Impact of aged and virgin microplastics on sedimentary nitrogen cycling and microbial ecosystems in estuaries.

Microplastics (MPs) entering the environment undergo complex weathering (aging) processes, however, the impacts of aged MPs on estuarine nitrogen cycling and microbial ecosystems remain largely unknown. In this study, a 50 days microcosm experiment was conducted to investigate the response of sedimentary nitrogen (N) transformation processes, NO emission and microbial communities to virgin and aged MPs (PE and PS) exposure. We found that aged MPs influenced sediment nitrogen turnover more rapidly and profoundly than virgin MPs and showed type and dose-response effect. During the first 10 days, higher concentration (3 % by weight of sediment) aged MPs (both PS and PE) treatments significantly promoted denitrification (ANOVA, P < 0.05), while virgin MPs treatments had weak effect on denitrification, compared with the control (P > 0.05). Moreover, higher concentration aged PS-MPs remarkably enhanced NO emission on the 10th day, while NO was consumed in the control. After 50 days incubation, there was an overall increase in nirK gene abundance exposed to MPs, and nosZ gene copies in aged PS treatments were around twice that in the control based on qPCR (P < 0.05). The function prediction also showed significant elevation of relative abundance of denitrification and DNRA relevant genes in bacterial community.

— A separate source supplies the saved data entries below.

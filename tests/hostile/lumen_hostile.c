/* Lumen Edge (Tidewater Robotics): field-returned firmware builds whose kernels misbehave in
 * ways no accuracy bug explains, kept as fixtures for ulpgauge's containment.  Not part of the
 * demo build: the tests compile this file themselves (tests/hostile_kernels.rs, with
 * -I kernels-under-test/src), and benches/hostile_kernels.sh times each.  Each comment says
 * what ulpgauge must do about the kernel below it. */
#define _GNU_SOURCE
#include <math.h>
#include <signal.h>
#include <stdio.h>
#include <time.h>
#include <stdint.h>
#include <stdlib.h>
#include <string.h>
#include <sys/types.h>
#include <sys/wait.h>
#include <unistd.h>
#include "lumen_common.h"

static inline float sigmoidf_ref(float x) { return 1.0f / (1.0f + expf(-x)); }

static void sigmoid_all(const float *x, float *y, size_t n) {
    for (size_t i = 0; i < n; i++) y[i] = sigmoidf_ref(x[i]);
}

/* A lookup table exported under a kernel's name, read-only (.rodata): calling it would jump
 * into data.  Refused before any worker runs (exit 2), naming the symbol. */
LUMEN_EXPORT const float lumen_sigmoid_f32_lut[8] = {0.5f, 0.62f, 0.73f, 0.82f,
                                                     0.88f, 0.92f, 0.95f, 0.97f};

/* Writable state exported by mistake (.bss): refused the same way. */
LUMEN_EXPORT float lumen_sigmoid_f32_scratch_state[16];

/* Fails on every call: an assertion on a calibration block that was never flashed.  The check
 * stops after a handful of workers, says "on every call", exits 3. */
LUMEN_EXPORT void lumen_sigmoid_f32_uncalibrated(const float *x, float *y, size_t n) {
    (void)x;
    (void)y;
    (void)n;
    abort();
}

/* Spins on every call, waiting for a DMA-complete flag nothing ever sets.  Same verdict, one
 * timeout per try. */
static volatile int dma_done = 0;
LUMEN_EXPORT void lumen_sigmoid_f32_dma_wait(const float *x, float *y, size_t n) {
    while (!dma_done) {
    }
    sigmoid_all(x, y, n);
}

/* Crashes on every negative input (a table indexed by the sign bit that only has a positive
 * half): many crashes, each pinned, until the restart budget ends the check. */
static const float *volatile negative_half = 0;
LUMEN_EXPORT void lumen_sigmoid_f32_negative_crash(const float *x, float *y, size_t n) {
    for (size_t i = 0; i < n; i++) y[i] = x[i] < 0.0f ? *negative_half : sigmoidf_ref(x[i]);
}

/* A debug channel left in: after computing, it writes a reply header claiming 2^32 - 1 output
 * arrays of 2^32 - 1 elements into every descriptor it has (the worker's reply pipe among
 * them).  ulpgauge must name a kernel fault, allocate nothing from it and never abort. */
static void forge_replies(void) {
    uint32_t words[16];
    memset(words, 0xff, sizeof words);
    words[0] = 0; /* the "ok" tag */
    for (int fd = 1; fd < 1024; fd++)
        if (fd != 2) (void)!write(fd, words, sizeof words);
}

LUMEN_EXPORT void lumen_sigmoid_f32_forger(const float *x, float *y, size_t n) {
    sigmoid_all(x, y, n);
    forge_replies();
}

/* The same debug channel, triggered only by the input 2.0: the fault is pinned to that input. */
LUMEN_EXPORT void lumen_sigmoid_f32_forger_at_two(const float *x, float *y, size_t n) {
    sigmoid_all(x, y, n);
    for (size_t i = 0; i < n; i++)
        if (x[i] == 2.0f) {
            forge_replies();
            break;
        }
}

/* A console hook: reads a command byte from standard input before each batch.  Standard input
 * is not the worker's request pipe, so this must not disturb anything. */
LUMEN_EXPORT void lumen_sigmoid_f32_console_hook(const float *x, float *y, size_t n) {
    char command[64];
    (void)!read(0, command, sizeof command);
    sigmoid_all(x, y, n);
}

/* Starts a telemetry helper on its first call that never exits.  Nothing may be left running
 * once ulpgauge has exited. */
LUMEN_EXPORT void lumen_sigmoid_f32_telemetry(const float *x, float *y, size_t n) {
    static int started = 0;
    if (!started) {
        started = 1;
        if (fork() == 0)
            for (;;) pause();
    }
    sigmoid_all(x, y, n);
}

/* Daemonizes the helper (fork, setsid, fork again), so it leaves the worker's process group
 * and session.  It must not survive ulpgauge either. */
LUMEN_EXPORT void lumen_sigmoid_f32_daemon(const float *x, float *y, size_t n) {
    static int started = 0;
    if (!started) {
        started = 1;
        pid_t child = fork();
        if (child == 0) {
            setsid();
            if (fork() == 0)
                for (;;) pause();
            _exit(0);
        }
        if (child > 0) waitpid(child, 0, 0);
    }
    sigmoid_all(x, y, n);
}

/* Starts a helper, then hangs forever.  When only the main ulpgauge process is signalled, the
 * worker and its helper must end with it. */
LUMEN_EXPORT void lumen_sigmoid_f32_stuck(const float *x, float *y, size_t n) {
    static int started = 0;
    if (!started) {
        started = 1;
        if (fork() == 0)
            for (;;) pause();
    }
    while (!dma_done) {
    }
    sigmoid_all(x, y, n);
}

/* Loads a 20 GiB model cache on its first call, 256 MiB at a time, never checking malloc (one
 * float written per block, so only a page of each is ever touched).  Under the worker's
 * address-space limit (--kernel-memory, 4 GiB by default) a block comes back NULL and is
 * written through: ulpgauge must name it "out of memory", quickly, and the worker never
 * grows past the limit. */
#define CACHE_BLOCKS 80
static float *model_cache[CACHE_BLOCKS];
LUMEN_EXPORT void lumen_sigmoid_f32_model_cache(const float *x, float *y, size_t n) {
    static int loaded = 0;
    if (!loaded) {
        for (int k = 0; k < CACHE_BLOCKS; k++) {
            model_cache[k] = malloc((size_t)256 << 20);
            ((volatile float *)model_cache[k])[0] = 1.0f;
        }
        loaded = 1;
    }
    sigmoid_all(x, y, n);
}

/* The same cache asked for in one piece (20 GiB at once): the allocation fails before any page
 * is mapped, so only errno (ENOMEM) tells the cause. */
LUMEN_EXPORT void lumen_sigmoid_f32_model_slab(const float *x, float *y, size_t n) {
    static float *slab = 0;
    if (!slab) {
        slab = malloc((size_t)20 << 30);
        ((volatile float *)slab)[0] = 1.0f;
    }
    sigmoid_all(x, y, n);
}

/* Correct but slow: a sensor-synchronised build that waits 1 ms per element.  Nothing is
 * wrong with it: it must pass every hygiene check and never be called hung. */
LUMEN_EXPORT void lumen_sigmoid_f32_paced(const float *x, float *y, size_t n) {
    for (size_t i = 0; i < n; i++) {
        struct timespec ms = {0, 1000000};
        while (nanosleep(&ms, &ms) != 0) {
        }
        y[i] = sigmoidf_ref(x[i]);
    }
}

/* Stops on one input: a retry loop waiting for a coprocessor that never answers when x is
 * exactly 1.  Pinned to x = 1 within seconds, not minutes, at the default --timeout. */
LUMEN_EXPORT void lumen_sigmoid_f32_stall_at_one(const float *x, float *y, size_t n) {
    for (size_t i = 0; i < n; i++) {
        if (x[i] == 1.0f)
            while (!dma_done) {
            }
        y[i] = sigmoidf_ref(x[i]);
    }
}

/* A watchdog that aborts on the third call a process makes, whatever the inputs.  No input is
 * to blame: the crash depends on call history, and the report names the batch. */
LUMEN_EXPORT void lumen_sigmoid_f32_third_call(const float *x, float *y, size_t n) {
    static int calls = 0;
    if (++calls == 3) abort();
    sigmoid_all(x, y, n);
}

/* Signals itself with SIGSEGV at x = 2 (a "fault injection" hook left enabled): a signal was
 * sent, no memory was touched, so no faulting address may be reported. */
LUMEN_EXPORT void lumen_sigmoid_f32_self_signal(const float *x, float *y, size_t n) {
    for (size_t i = 0; i < n; i++) {
        if (x[i] == 2.0f) raise(SIGSEGV);
        y[i] = sigmoidf_ref(x[i]);
    }
}

/* Reads a coefficient through a stale pointer (0xdead000) at x = 2: a real fault, whose address
 * is reported. */
LUMEN_EXPORT void lumen_sigmoid_f32_wild_pointer(const float *x, float *y, size_t n) {
    for (size_t i = 0; i < n; i++)
        y[i] = x[i] == 2.0f ? *(const volatile float *)(uintptr_t)0xdead000 : sigmoidf_ref(x[i]);
}

/* Closes its standard output and writes a flood to stderr on every call: the worker's pipes are
 * elsewhere, so results are unaffected. */
LUMEN_EXPORT void lumen_sigmoid_f32_chatty(const float *x, float *y, size_t n) {
    for (int k = 0; k < 64; k++) fprintf(stderr, "lumen: calibrating channel %d\n", k);
    fclose(stdout);
    sigmoid_all(x, y, n);
}
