/** Latent codes from a .npy for `apply --latents`: [N, size] (W, repeated on every row) or [N, layers, size]. */
function readLatents(file: string, gen: Generator): { n: number; codes: Float32Array; sha256: string } {
  const bytes = readRegularFile(file, 'latents', READ_LIMITS.npyBytes);
  const a = decodeNpy(bytes, file);
  const { layers, size } = gen.layout;
  const s = a.shape;
  const n = s[0];
  const isW = s.length === 2 && s[1] === size;
  const isWPlus = s.length === 3 && s[1] === layers && s[2] === size;
  if (!(n >= 1) || (!isW && !isWPlus)) {
    throw new PlumblineError('npy-shape', `${file}: latents have shape [${s.join(', ')}]; this generator needs [N, ${size}]${layers > 1 ? ` or [N, ${layers}, ${size}]` : ''}`, { file });
  }
  if (!a.data.every(Number.isFinite)) throw new PlumblineError('npy-invalid', `${file}: latents contain NaN or infinite values`, { file });
  const codes = isW && layers > 1 ? broadcastLayers(a.data, gen.layout) : Float32Array.from(a.data);
  return { n, codes, sha256: createHash('sha256').update(bytes).digest('hex') };
}
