/** Coordinator side: a measurer for runAudit that sends every direction's and every null group's probe chunks to the farm. */
export function farmAuditMeasurer(farm: Farm, selection: AttributeSelection, o: FarmRunOptions & { fingerprint: string; files: string[] }): DirectionsMeasurer {
  return async function* (c: MeasureContext, directions: AuditDirection[], nullContext: MeasureContext, nullGroups: AuditDirection[][], tick: (label: string) => AuditProgress) {
    const { gen, plan, probes, specs, sigma } = c;
    // Workers rebuild probes from seeds: a reference set (latents the project holds) stays on this machine.
    if (plan.references.length) throw new PlumblineError('bad-request', 'an audit with a reference set runs on this machine only: disconnect the farm or leave the references out');
    const n = probes.seeds.length;
    const K = specs.length;
    const per = gen.layout.layers * gen.layout.size;
    const chunk = gen.batchSize * BATCHES_PER_AUDIT_UNIT;
    const wire = (d: AuditDirection) => ({ name: d.name, target: d.target, layers: d.layers, vector: toBase64(d.vector), sigma: d.sigma });
    // Each job: the directions a unit measures, on which plan; its measurements land in `into`.
    type Target = { role: 'direction' | 'nulls'; plan: AuditPlan; directions: AuditDirection[]; into: DirectionMeasurements[]; scores: Float64Array | null };
    const emptyRun = (p: AuditPlan): DirectionMeasurements => ({ change: p.grid.map((s) => (s === 0 ? null : specs.map(() => new Float64Array(n)))), pathLength: p.pathLengthGrid.map(() => new Float64Array(n)) });
    const runs: DirectionRun[] = directions.map(() => ({ measurements: emptyRun(plan), scoresAtReference: new Float64Array(n * K), changeMap: null }));
    const nulls: DirectionMeasurements[][] = nullGroups.map((g) => g.map(() => emptyRun(nullContext.plan)));
    const targets: Target[] = [
      ...directions.map((d, k): Target => ({ role: 'direction', plan, directions: [d], into: [runs[k].measurements], scores: runs[k].scoresAtReference })),
      ...nullGroups.map((g, k): Target => ({ role: 'nulls', plan: nullContext.plan, directions: g, into: nulls[k], scores: null })),
    ];
    const units: FarmUnit[] = [];
    const where = new Map<FarmUnit, { t: Target; at: number; m: number }>();
    for (const t of targets) {
      const planData = JSON.parse(JSON.stringify(t.plan)) as Record<string, unknown>;
      const what = t.role === 'direction' ? t.directions[0].name : `null baseline (${t.directions.length} random directions, ${t.directions[0].layers ? `W+ rows ${t.directions[0].layers[0]}–${t.directions[0].layers[1] - 1}` : 'all rows'})`;
      for (let at = 0; at < n; at += chunk) {
        const m = Math.min(chunk, n - at);
        const unit: FarmUnit = {
          name: `audit ${what} probes ${at}…${at + m - 1}`,
          data: {
            kind: 'audit', role: t.role, plan: planData, selection, attributes: specs.map((s) => s.name), sigma,
            directions: t.directions.map(wire),
            at, seeds: probes.seeds.slice(at, at + m), codes: toBase64(probes.codes.subarray(at * per, (at + m) * per)),
            baseScores: toBase64(probes.baseScores.subarray(at * K, (at + m) * K)), batch: gen.batchSize,
          },
        };
        units.push(unit);
        where.set(unit, { t, at, m });
      }
    }
    const merged: FarmUnit[] = [];
    const decoded = new Map<FarmUnit, { measurements: { change: (Float64Array[] | null)[]; pathLength: Float64Array[] }[]; scores: Float64Array | null }>();
    const check = (unit: FarmUnit, r: AuditUnitResult) => {
      const { t, at, m } = where.get(unit)!;
      const names = t.directions.map((d) => d.name);
      if (r.role !== t.role || r.directions.join('\n') !== names.join('\n') || r.at !== at || r.count !== m) throw new Error(`answers ${r.role} ${r.directions.join(', ')} probes ${r.at}…${r.at + r.count - 1}, not this unit`);
      if (r.measurements.length !== names.length) throw new Error(`${r.measurements.length} measurement sets, expected ${names.length}`);
      const p = t.plan;
      const measurements = r.measurements.map((x) => {
        if (x.change.length !== p.grid.length || x.pathLength.length !== p.pathLengthGrid.length) throw new Error(`${x.change.length} strengths and ${x.pathLength.length} path-length strengths, expected ${p.grid.length} and ${p.pathLengthGrid.length}`);
        const change = x.change.map((cs, gi) => {
          if ((cs === null) !== (p.grid[gi] === 0)) throw new Error(`strength ${p.grid[gi]}: ${cs === null ? 'missing' : 'unexpected'} attribute changes`);
          if (cs && cs.length !== K) throw new Error(`strength ${p.grid[gi]}: ${cs.length} attributes, expected ${K}`);
          return cs ? cs.map((b, j) => float64(b, m, `change at ${p.grid[gi]} of ${specs[j].name}`)) : null;
        });
        const pathLength = x.pathLength.map((b, pi) => float64(b, m, `path length at ${p.pathLengthGrid[pi]}`));
        return { change, pathLength };
      });
      if ((r.scoresAtReference === null) !== (t.scores === null)) throw new Error(`scores at the reference strength ${r.scoresAtReference === null ? 'missing' : 'unexpected'}`);
      const scores = r.scoresAtReference === null ? null : float64(r.scoresAtReference, m * K, 'scores at the reference strength');
      for (const a of [...measurements.flatMap((x) => [...x.change.flatMap((cs) => cs ?? []), ...x.pathLength]), ...(scores ? [scores] : [])]) for (const v of a) if (Number.isNaN(v)) throw new Error('NaN in the measurements');
      decoded.set(unit, { measurements, scores });
      return r.imagesRendered;
    };
    const accept = (unit: FarmUnit) => {
      const { t, at } = where.get(unit)!;
      const d = decoded.get(unit)!;
      d.measurements.forEach((x, k) => {
        const into = t.into[k];
        x.change.forEach((cs, gi) => cs?.forEach((values, j) => into.change[gi]![j].set(values, at)));
        x.pathLength.forEach((values, pi) => into.pathLength[pi].set(values, at));
      });
      if (d.scores) t.scores!.set(d.scores, at * K);
      decoded.delete(unit);
      merged.push(unit);
    };
    // Progress in the audit's own units: the batches each finished unit stands for (as one
    // machine ticks: per nonzero strength and path-length strength, or per random direction).
    const batchesPerUnit = (u: FarmUnit) => {
      const { t, m } = where.get(u)!;
      const b = Math.ceil(m / gen.batchSize);
      return t.role === 'direction' ? (plan.grid.filter((s) => s !== 0).length + plan.pathLengthGrid.length) * b : t.directions.length * b;
    };
    let counted = 0;
    const run = farm.run({
      kind: 'audit', label: `audit of ${directions.map((d) => d.name).join(', ')}`, units, schema: auditUnitResultSchema, check,
      model: { fingerprint: o.fingerprint, files: o.files, path: o.modelPath, mappingPath: o.mappingPath }, publish: o.publish, isCancelled: o.isCancelled, onNote: o.onNote,
    }, accept);
    for await (const p of run) {
      o.onProgress?.(p);
      let last: AuditProgress | null = null;
      for (; counted < merged.length; counted++) for (let b = 0; b < batchesPerUnit(merged[counted]); b++) last = tick(`auditing on the farm (${p.done}/${p.total} units)`);
      if (last) yield last;
    }
    return { runs, nulls };
  };
}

In addition, aged PS treatment (3 %) recruited specific bacterial and archaeal assemblies, with Sedimenticolaceae, Lentimicrobiaceae, SCGC_AAA011-D5, SG8-5, Lokiarchaeia, and Odinarchaeia selectively enriched in the treatment. Our study highlighted that virgin and aged MPs had different impact on sediment nitrogen cycling, and the ecological risks of aged MPs should be concerned since all MPs eventually get weathered when they enter the environment.